- Saved entries:
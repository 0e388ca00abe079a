"""skyplan selfcheck: every stored reference case passes on this installation, and a failing
case gives the selfcheck exit status."""

from __future__ import annotations

import json

import pytest

from skyplan.cli.app import main
from skyplan.engine import selfcheck
from skyplan.errors import EXIT_SELFCHECK


def run(args, capsys):
    with pytest.raises(SystemExit) as exc:
        main(args)
    out = capsys.readouterr()
    return exc.value.code, out.out, out.err


def test_every_reference_case_passes() -> None:
    report = selfcheck.run()
    failed = [(c.name, c.expected, c.got) for c in report.checks if not c.ok]
    assert not failed
    assert len(report.checks) >= 7
    assert all(c.source for c in report.checks)  # each check names where its value comes from
    assert report.ephemeris_span == ("1900-01-01", "2053-10-01")


def test_cli_json_and_exit_status(capsys) -> None:
    code, out, err = run(["selfcheck", "-f", "json"], capsys)
    assert code == 0, err
    doc = json.loads(out)
    assert doc["ok"] is True and doc["iers_table_end"] >= doc["iers_observed_end"]


def test_a_failing_case_sets_the_status(monkeypatch, capsys) -> None:
    def broken() -> selfcheck.Check:
        raise RuntimeError("simulated damage")

    monkeypatch.setattr(selfcheck, "CHECKS", (*selfcheck.CHECKS, broken))
    code, out, _ = run(["selfcheck"], capsys)
    assert code == EXIT_SELFCHECK
    assert "FAIL" in out and "simulated damage" in out
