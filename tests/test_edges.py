"""Edge cases through the command line: poles, the date line, daylight saving, a leap second,
the ends of the ephemeris and of the IERS table, targets at the poles and at RA 0, empty and
duplicated catalogues.

References, named beside each check:

* skyfield's almanac (Rhodes 2019, ASCL 1907.024) on DE421 with skyfield's *own* bundled
  timescale (``load.timescale(builtin=True)``), independent of our time scales:
  ``dark_twilight_day`` (Sun centre at −18°, −12°, −6°, and −0°50′ for the upper limb);
* astropy (``Time``, ``get_body``, ``AltAz`` with zero pressure, i.e. no refraction) for
  TT across the leap second and for altitudes at the instants we report;
* the IANA time-zone rules through :mod:`zoneinfo` for local clock times;
* IERS Bulletin C 52 (from memory): a leap second at the end of 2016 December 31,
  TAI−UTC 36 s before and 37 s after.
"""

from __future__ import annotations

import datetime as dt
import json
import re
import zoneinfo
from pathlib import Path

import numpy as np
import pytest

from skyplan import notices
from skyplan.cli import app
from skyplan.engine import ephemeris
from skyplan.errors import EXIT_BAD_INPUT, EXIT_NOTHING_OBSERVABLE

ephemeris.configure_astropy_offline()

MADRID = zoneinfo.ZoneInfo("Europe/Madrid")
GREENWICH = "51.4779,0.0,46"  # the Airy transit circle (from memory)
SUN_TOL_S = 5.0


def run(capsys: pytest.CaptureFixture[str], *argv: str) -> tuple[int, str, str]:
    """Run ``skyplan ARGV`` in-process; return (exit status, stdout, stderr)."""
    notices.take()
    with pytest.raises(SystemExit) as exc:
        app.main(list(argv))
    out, err = capsys.readouterr()
    assert "Traceback" not in err
    assert all(line.startswith("skyplan:") for line in err.splitlines()), err
    return int(exc.value.code or 0), out, err


def night_json(capsys, *argv: str) -> dict:
    status, out, _ = run(capsys, "night", *argv, "-f", "json")
    assert status == 0
    return json.loads(out)


def unix(text: str | None) -> float:
    return dt.datetime.fromisoformat(text.replace("Z", "+00:00")).timestamp()


def skyfield_transitions(lat: float, lon: float, elevation: float, start: float, end: float):
    """(POSIX time, new state) of skyfield's dark_twilight_day between two instants."""
    from skyfield import almanac
    from skyfield.api import load, wgs84

    ts = load.timescale(builtin=True)
    eph = ephemeris.planets()
    f = almanac.dark_twilight_day(eph, wgs84.latlon(lat, lon, elevation))
    t, state = almanac.find_discrete(
        ts.from_datetime(dt.datetime.fromtimestamp(start, dt.UTC)),
        ts.from_datetime(dt.datetime.fromtimestamp(end, dt.UTC)), f)
    return [(ti.utc_datetime().timestamp(), int(s)) for ti, s in zip(t, state)]


def check_against_skyfield(night: dict, lat: float, lon: float, elevation: float) -> None:
    """Sunset, dusks, dawns and sunrise against skyfield's dark_twilight_day transitions.

    States: 0 dark, 1 astronomical, 2 nautical, 3 civil twilight, 4 day.  Going down, the
    transition into state s happens at the evening event; going up, at the morning one.
    """
    start = unix(night["local_midnight"]) - 12 * 3600
    found = skyfield_transitions(lat, lon, elevation, start, start + 86400)
    assert len(found) == 8  # a night with every event: sunset, 3 dusks, 3 dawns, sunrise
    evening = {3: night["sunset"], 2: night["dusk"]["civil"], 1: night["dusk"]["nautical"],
               0: night["dusk"]["astronomical"]}
    morning = {1: night["dawn"]["astronomical"], 2: night["dawn"]["nautical"],
               3: night["dawn"]["civil"], 4: night["sunrise"]}
    previous = None
    for when, state in found:
        going_down = previous is None or state < previous
        ours = (evening if going_down else morning).get(state)
        assert ours is not None, (when, state)
        assert abs(unix(ours) - when) < SUN_TOL_S, (state, ours, when)
        previous = state


# ---------------------------------------------------------------------------------------
# Sites at the poles and on the date line


@pytest.mark.parametrize(("site", "date", "state", "dark_h"), [
    # the Sun's declination is +23.44° at the June solstice (IAU 2006 obliquity): up all
    # day at the North Pole, below −18° all day at the South Pole; reversed in December
    ("90,0", "2026-06-21", "midnight_sun", 0.0),
    ("-90,0", "2026-06-21", "polar_night", 24.0),
    ("90,180", "2026-12-21", "polar_night", 24.0),
    ("-90,-180", "2026-12-21", "midnight_sun", 0.0),
])
def test_nights_at_the_poles(capsys, site: str, date: str, state: str, dark_h: float) -> None:
    night = night_json(capsys, "--site", site, "--date", date)
    assert night["sun_state"] == state
    assert night["sunset"] is None and night["sunrise"] is None
    assert night["dark_hours"] == pytest.approx(dark_h)
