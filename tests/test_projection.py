"""Tests for skyplan.render.projection: the zenith-centred stereographic projection of the sky.

References:
- Snyder, J. P. (1987), Map Projections — A Working Manual, USGS Prof. Paper 1395, ch. 21
  (from memory): the stereographic projection is conformal and maps circles on the sphere
  that miss the centre of projection to circles; polar aspect r = 2 R tan(z / 2).
- Calabretta, M. R. & Greisen, E. W. (2002), A&A 395, 1077, sect. 5.1.4 "STG" (from memory),
  as implemented by astropy.modeling.projections.Sky2Pix_Stereographic (reference library).
- Chart orientation "north up, east left, as seen looking up at the sky": common practice
  for sky charts.
"""

from __future__ import annotations

import math

import numpy as np
import pytest
from hypothesis import given, settings
from hypothesis import strategies as st

from skyplan.render.projection import horizon_radius, project, project_circle, unproject

ALT = st.floats(-80.0, 90.0, allow_nan=False)
AZ = st.floats(0.0, 360.0, allow_nan=False, exclude_max=True)
FAST = settings(max_examples=150, deadline=None)


def unit_vector(alt_deg, az_deg):
    """(east, north, up) unit vector of a horizon direction."""
    alt = np.radians(alt_deg)
    az = np.radians(az_deg)
    return np.stack([np.cos(alt) * np.sin(az), np.cos(alt) * np.cos(az), np.sin(alt)], axis=-1)


def alt_az_of(v):
    """Horizon coordinates of (east, north, up) vectors, well conditioned everywhere."""
    e, n, u = v[..., 0], v[..., 1], v[..., 2]
    alt = np.degrees(np.arctan2(u, np.hypot(e, n)))
    az = np.mod(np.degrees(np.arctan2(e, n)), 360.0)
    return alt, az


def local_frame(alt_deg, az_deg):
    """Unit vectors towards local north (along the vertical, towards the zenith) and towards
    increasing azimuth at a point of the sky."""
    alt = math.radians(alt_deg)
    az = math.radians(az_deg)
    up = np.array([-math.sin(alt) * math.sin(az), -math.sin(alt) * math.cos(az), math.cos(alt)])
    along = np.array([math.cos(az), -math.sin(az), 0.0])
    return up, along


def sky_circle(center_alt, center_az, radius_deg, n=64):
    """n points of the small circle of angular radius radius_deg about a point."""
    c = unit_vector(center_alt, center_az)
    a, b = local_frame(center_alt, center_az)
    t = np.linspace(0.0, 2.0 * np.pi, n, endpoint=False)[:, None]
    rho = math.radians(radius_deg)
    return math.cos(rho) * c + math.sin(rho) * (np.cos(t) * a + np.sin(t) * b)


def test_zenith_maps_to_centre_and_horizon_to_2r():
    # Snyder 1987 ch. 21 (from memory): polar aspect r = 2 R tan(z/2); z = 0 -> 0, z = 90° -> 2R.
    az = np.linspace(0.0, 359.0, 37)
    for radius in (1.0, 3.7):
        x, y = project(np.full_like(az, 90.0), az, radius)
        np.testing.assert_allclose(np.hypot(x, y), 0.0, atol=1e-15)
        x, y = project(np.zeros_like(az), az, radius)
        np.testing.assert_allclose(np.hypot(x, y), 2.0 * radius, rtol=1e-15)
        assert horizon_radius(radius) == 2.0 * radius


def test_north_up_east_left():
    # Common practice for sky charts held overhead: north up, east to the left.
    x, y = project([0.0, 0.0, 0.0, 0.0], [0.0, 90.0, 180.0, 270.0])
    np.testing.assert_allclose(x, [0.0, -2.0, 0.0, 2.0], atol=1e-15)
    np.testing.assert_allclose(y, [2.0, 0.0, -2.0, 0.0], atol=1e-15)


def test_matches_astropy_stg_projection():
    # Calabretta & Greisen 2002 STG via astropy: R_theta = (180/pi) 2 cos(theta)/(1+sin(theta)),
    # x = R sin(phi), y = -R cos(phi).  Our chart is the same map turned by 180°: with
    # R = 180/pi we must get exactly minus astropy's (x, y) for phi = az, theta = alt.
    from astropy.modeling.projections import Sky2Pix_Stereographic

    rng = np.random.default_rng(7)
    alt = rng.uniform(-70.0, 90.0, 500)
    az = rng.uniform(0.0, 360.0, 500)
    ref_x, ref_y = Sky2Pix_Stereographic()(az, alt)
    x, y = project(alt, az, 180.0 / math.pi)
    np.testing.assert_allclose(x, -ref_x, rtol=1e-12, atol=1e-12)
    np.testing.assert_allclose(y, -ref_y, rtol=1e-12, atol=1e-12)


@FAST
@given(ALT, AZ, st.floats(0.1, 10.0))
def test_inverse_of_forward_is_identity(alt, az, radius):
    x, y = project(alt, az, radius)
    alt2, az2 = unproject(x, y, radius)
    assert abs(alt2 - alt) <= 1e-12
    # Compare directions on the sphere, which stays meaningful at the zenith.
    assert np.linalg.norm(unit_vector(alt2, az2) - unit_vector(alt, az)) <= 1e-12
    assert 0.0 <= az2 < 360.0
    if alt < 89.0:
        assert abs((az2 - az + 180.0) % 360.0 - 180.0) <= 1e-12


@FAST
@given(st.floats(-20.0, 20.0), st.floats(-20.0, 20.0))
def test_forward_of_inverse_is_identity(x, y):
    alt, az = unproject(x, y)
    x2, y2 = project(alt, az)
    assert math.hypot(x2 - x, y2 - y) <= 1e-12 * max(1.0, math.hypot(x, y))


def test_vectorised_shapes_broadcast():
    alt = np.linspace(0.0, 90.0, 4)[:, None]
    az = np.linspace(0.0, 300.0, 5)[None, :]
    x, y = project(alt, az)
    assert x.shape == y.shape == (4, 5)
    alt2, az2 = unproject(x, y)
    assert alt2.shape == az2.shape == (4, 5)
    np.testing.assert_allclose(alt2, np.broadcast_to(alt, (4, 5)), atol=1e-12)


def test_centre_unprojects_to_zenith():
    alt, az = unproject(0.0, 0.0)
    assert alt == 90.0 and az == 0.0


@FAST
@given(
    st.floats(-60.0, 90.0),
    AZ,
    st.floats(0.5, 120.0),
)
def test_small_circle_projects_to_circle(center_alt, center_az, radius_deg):
    # Snyder 1987 ch. 21 (from memory): circles not through the nadir map to circles.
    if (90.0 - center_alt) + radius_deg > 170.0:  # stay clear of the nadir
        center_alt = 90.0 - (170.0 - radius_deg)
    alt, az = alt_az_of(sky_circle(center_alt, center_az, radius_deg))
    x, y = project(alt, az)
    # Algebraic (Kasa) fit x^2 + y^2 + D x + E y + F = 0 on centred, scaled coordinates.
    mx, my = x.mean(), y.mean()
    scale = np.sqrt(np.mean((x - mx) ** 2 + (y - my) ** 2))
    u, v = (x - mx) / scale, (y - my) / scale
    a = np.column_stack([u, v, np.ones_like(u)])
    (d, e, f), *_ = np.linalg.lstsq(a, -(u**2 + v**2), rcond=None)
    cu, cv = -d / 2.0, -e / 2.0
    r_fit = math.sqrt(cu**2 + cv**2 - f) * scale
    cx, cy = mx + cu * scale, my + cv * scale
    residual = np.abs(np.hypot(x - cx, y - cy) - r_fit)
    assert residual.max() <= 1e-9 * r_fit
    # The analytic image agrees with the fit.
    c = project_circle(center_alt, center_az, radius_deg)
    assert abs(c.radius - r_fit) <= 1e-9 * r_fit
    assert math.hypot(c.x - cx, c.y - cy) <= 1e-9 * r_fit
    assert np.abs(np.hypot(x - c.x, y - c.y) - c.radius).max() <= 1e-9 * c.radius


def test_altitude_circles_are_centred():
    # An altitude circle is a small circle about the zenith: centre 0, radius 2R tan(z/2).
    for alt in (0.0, 15.0, 30.0, 75.0):
        c = project_circle(90.0, 0.0, 90.0 - alt, 2.0)
        assert math.hypot(c.x, c.y) <= 1e-15
        assert c.radius == pytest.approx(4.0 * math.tan(math.radians(90.0 - alt) / 2.0), rel=1e-15)


def test_circle_through_nadir_is_refused():
    with pytest.raises(ValueError, match="nadir"):
        project_circle(-30.0, 10.0, 60.0)
    with pytest.raises(ValueError, match="radius"):
        project_circle(10.0, 10.0, 0.0)


def _plane_tangent(point, direction, h=1e-3):
    """d/dt of the projected great circle cos(t) P + sin(t) D at t = 0, by the five-point
    central difference (error O(h^4))."""

    def at(t):
        x, y = project(*alt_az_of(math.cos(t) * point + math.sin(t) * direction))
        return np.array([x, y])

    return (at(-2 * h) - 8 * at(-h) + 8 * at(h) - at(2 * h)) / (12 * h)


def _angle(a, b):
    cross = a[0] * b[1] - a[1] * b[0]
    return math.atan2(abs(cross), float(np.dot(a, b)))


@FAST
@given(
    st.floats(-60.0, 80.0),
    AZ,
    st.floats(0.0, 2.0 * math.pi),
    st.floats(0.0, 2.0 * math.pi),
)
def test_angles_between_curves_are_kept(alt, az, theta1, theta2):
    # Snyder 1987 ch. 21 (from memory): the stereographic projection is conformal.
    p = unit_vector(alt, az)
    up, along = local_frame(alt, az)
    d1 = math.cos(theta1) * up + math.sin(theta1) * along
    d2 = math.cos(theta2) * up + math.sin(theta2) * along
    on_sky = math.atan2(np.linalg.norm(np.cross(d1, d2)), float(np.dot(d1, d2)))
    on_chart = _angle(_plane_tangent(p, d1), _plane_tangent(p, d2))
    assert abs(on_chart - on_sky) <= 1e-9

- What to produce: Taking the records from the top, repeat each line exactly until you have repeated the line that contains "cases through the".

- Written solution:
repository 0e388ca00abe079a
"""skyplan selfcheck: every stored reference case passes on this installation, and a failing
case gives the selfcheck exit status."""

from __future__ import annotations

import json

import pytest

from skyplan.cli.app import main
from skyplan.engine import selfcheck
from skyplan.errors import EXIT_SELFCHECK


def run(args, capsys):
    with pytest.raises(SystemExit) as exc:
        main(args)
    out = capsys.readouterr()
    return exc.value.code, out.out, out.err


def test_every_reference_case_passes() -> None:
    report = selfcheck.run()
    failed = [(c.name, c.expected, c.got) for c in report.checks if not c.ok]
    assert not failed
    assert len(report.checks) >= 7
    assert all(c.source for c in report.checks)  # each check names where its value comes from
    assert report.ephemeris_span == ("1900-01-01", "2053-10-01")


def test_cli_json_and_exit_status(capsys) -> None:
    code, out, err = run(["selfcheck", "-f", "json"], capsys)
    assert code == 0, err
    doc = json.loads(out)
    assert doc["ok"] is True and doc["iers_table_end"] >= doc["iers_observed_end"]


def test_a_failing_case_sets_the_status(monkeypatch, capsys) -> None:
    def broken() -> selfcheck.Check:
        raise RuntimeError("simulated damage")

    monkeypatch.setattr(selfcheck, "CHECKS", (*selfcheck.CHECKS, broken))
    code, out, _ = run(["selfcheck"], capsys)
    assert code == EXIT_SELFCHECK
    assert "FAIL" in out and "simulated damage" in out
filename tests/test_edges.py
"""Edge cases through the command line: poles, the date line, daylight saving, a leap second,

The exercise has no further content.